Assigned task — From the entries that follow, reproduce exactly and only the lines from the line with "const items: RouteMapItem[] = [];" to the line with "items.push(span);", endpoints included.

[Opening Excerpted data section]

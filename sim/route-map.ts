// Voltage along the whole net over time, decimated in space and time so its memory is bounded:
// about `columns` node positions × `rows` time rows (default 480 × 900 × 8 bytes ≈ 3.3 MiB). Nodes
// are picked every `stride` nodes along each path from the driver pin, so the paths share the trunk's
// columns and a net without branches records exactly every stride-th node of its chain.
import ndarray from 'ndarray';
import type { Circuit, CircuitPath, ItemPlace } from './circuit.js';
import type { Ladder } from './ladder.js';
import { segmentNodeSlot } from './probes.js';
import type { RouteMapItem, RouteMapPath, RouteMapRecord } from './result.js';

export interface RouteMapOptions {
  columns?: number;
  rows?: number;
}

export interface RouteMapTaps {
  /** Slot of each recorded column. */
  nodes: Int32Array;
  /** Per path: its columns in order. */
  pathColumns: Int32Array[];
  stepStride: number;
  rows: number;
  data: Float64Array;
}

/** Slots along a path from the source's node to the receiver's, each once. */
export function pathSlots(ladder: Ladder, path: CircuitPath): number[] {
  const out: number[] = [ladder.nodeSlot[path.nodes[0]]];
  const push = (s: number) => {
    if (out[out.length - 1] !== s) out.push(s);
  };
  path.legs.forEach((leg, k) => {
    if (leg.kind === 'segment') {
      const span = ladder.segments[leg.index];
      for (let j = 1; j <= span.cells; j++) push(segmentNodeSlot(ladder, leg.index, j));
    }
    push(ladder.nodeSlot[path.nodes[k + 1]]);
  });
  return out;
}

export function planRouteMap(ladder: Ladder, steps: number, options: RouteMapOptions): RouteMapTaps {
  const columns = Math.max(2, options.columns ?? 480);
  const maxRows = Math.max(2, options.rows ?? 900);
  const stride = Math.max(1, Math.ceil(ladder.nodes / columns));
  const column = new Map<number, number>();
  const pathColumns = ladder.circuit.paths.map((path) => {
    const slots = pathSlots(ladder, path);
    const picked: number[] = [];
    for (let k = 0; k < slots.length; k += stride) picked.push(slots[k]);
    if (picked[picked.length - 1] !== slots[slots.length - 1]) picked.push(slots[slots.length - 1]);
    return Int32Array.from(picked, (s) => {
      if (!column.has(s)) column.set(s, column.size);
      return column.get(s)!;
    });
  });
  const stepStride = Math.max(1, Math.ceil(steps / (maxRows - 1)));
  const rows = Math.floor(steps / stepStride) + 1;
  return { nodes: Int32Array.from(column.keys()), pathColumns, stepStride, rows, data: new Float64Array(rows * column.size) };
}

export function recordRouteMap(taps: RouteMapTaps, v: Float64Array, row: number): void {
  const { nodes, data } = taps;
  const base = row * nodes.length;
  for (let c = 0; c < nodes.length; c++) data[base + c] = v[nodes[c]];
}

/** Every route item with the span it covers from the driver pin (m). */
function itemSpan(ladder: Ladder, name: string, place: ItemPlace): RouteMapItem {
  const at = (node: number) => ladder.position[ladder.nodeSlot[node]];
  switch (place.kind) {
    case 'line': {
      const coupling = ladder.circuit.segments[place.segment].coupling;
      const span: RouteMapItem = { name, kind: place.kind, from: at(place.from), to: at(place.to) };
      return coupling ? { ...span, coupled: ladder.circuit.coupled[coupling.section].name } : span;
    }
    case 'series':
      return { name, kind: place.kind, from: at(place.from), to: at(place.to) };
    case 'shunt':
    case 'branch':
      return { name, kind: place.kind, from: at(place.node), to: at(place.node) };
  }
}

/** The items met along a path, and the branch points where other paths leave it. */
function pathLayout(ladder: Ladder, c: Circuit, path: CircuitPath): Pick<RouteMapPath, 'items' | 'junctions'> {
  const onPath = new Set(path.nodes);
  const nodeOf = (p: ItemPlace) => (p.kind === 'shunt' || p.kind === 'branch' ? p.node : p.from);
  const legItem = new Set(path.legs.map((l) => (l.kind === 'segment' ? c.segments[l.index].name : c.parts[l.index].item)));
  const items: RouteMapItem[] = [];
  const junctions: RouteMapPath['junctions'] = [];
  for (const [name, place] of c.items) {
    const taps = place.kind === 'shunt' || place.kind === 'branch';
    if (!(legItem.has(name) || (taps && onPath.has(nodeOf(place))))) continue;
    const span = itemSpan(ladder, name, place);
    items.push(span);
    if (place.kind === 'branch') {
      const k = path.nodes.indexOf(place.node);
      const next = path.nodes[k + 1];
      const leaving = c.paths.filter((p) => {
        const j = p.nodes.indexOf(place.node);
        return p !== path && j >= 0 && p.nodes[j + 1] !== next;
      });
      junctions.push({ item: name, at: span.from, receivers: leaving.map((p) => p.receiver) });
    }
  }
  items.sort((a, b) => a.from - b.from || a.to - b.to);
  return { items, junctions };
}

export function finishRouteMap(taps: RouteMapTaps, ladder: Ladder, dt: number): RouteMapRecord {
  const c = ladder.circuit;
  const positions = Float64Array.from(taps.nodes, (k) => ladder.position[k]);
  const paths: RouteMapPath[] = c.paths.map((path, n) => ({
    receiver: path.receiver,
    ...(c.sources.length > 1 ? { net: c.sources[path.source].name } : {}),
    columns: taps.pathColumns[n],
    positions: Float64Array.from(taps.pathColumns[n], (col) => positions[col]),
    ...pathLayout(ladder, c, path),
  }));
  return {
    positions,
    dtRow: taps.stepStride * dt,
    values: ndarray(taps.data, [taps.rows, taps.nodes.length]),
    items: [...c.items].map(([name, place]) => itemSpan(ladder, name, place)),
    paths,
  };
}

[Closing Excerpted data section]

Your response —
  const items: RouteMapItem[] = [];
  const junctions: RouteMapPath['junctions'] = [];
  for (const [name, place] of c.items) {
    const taps = place.kind === 'shunt' || place.kind === 'branch';
    if (!(legItem.has(name) || (taps && onPath.has(nodeOf(place))))) continue;
    const span = itemSpan(ladder, name, place);
    items.push(span);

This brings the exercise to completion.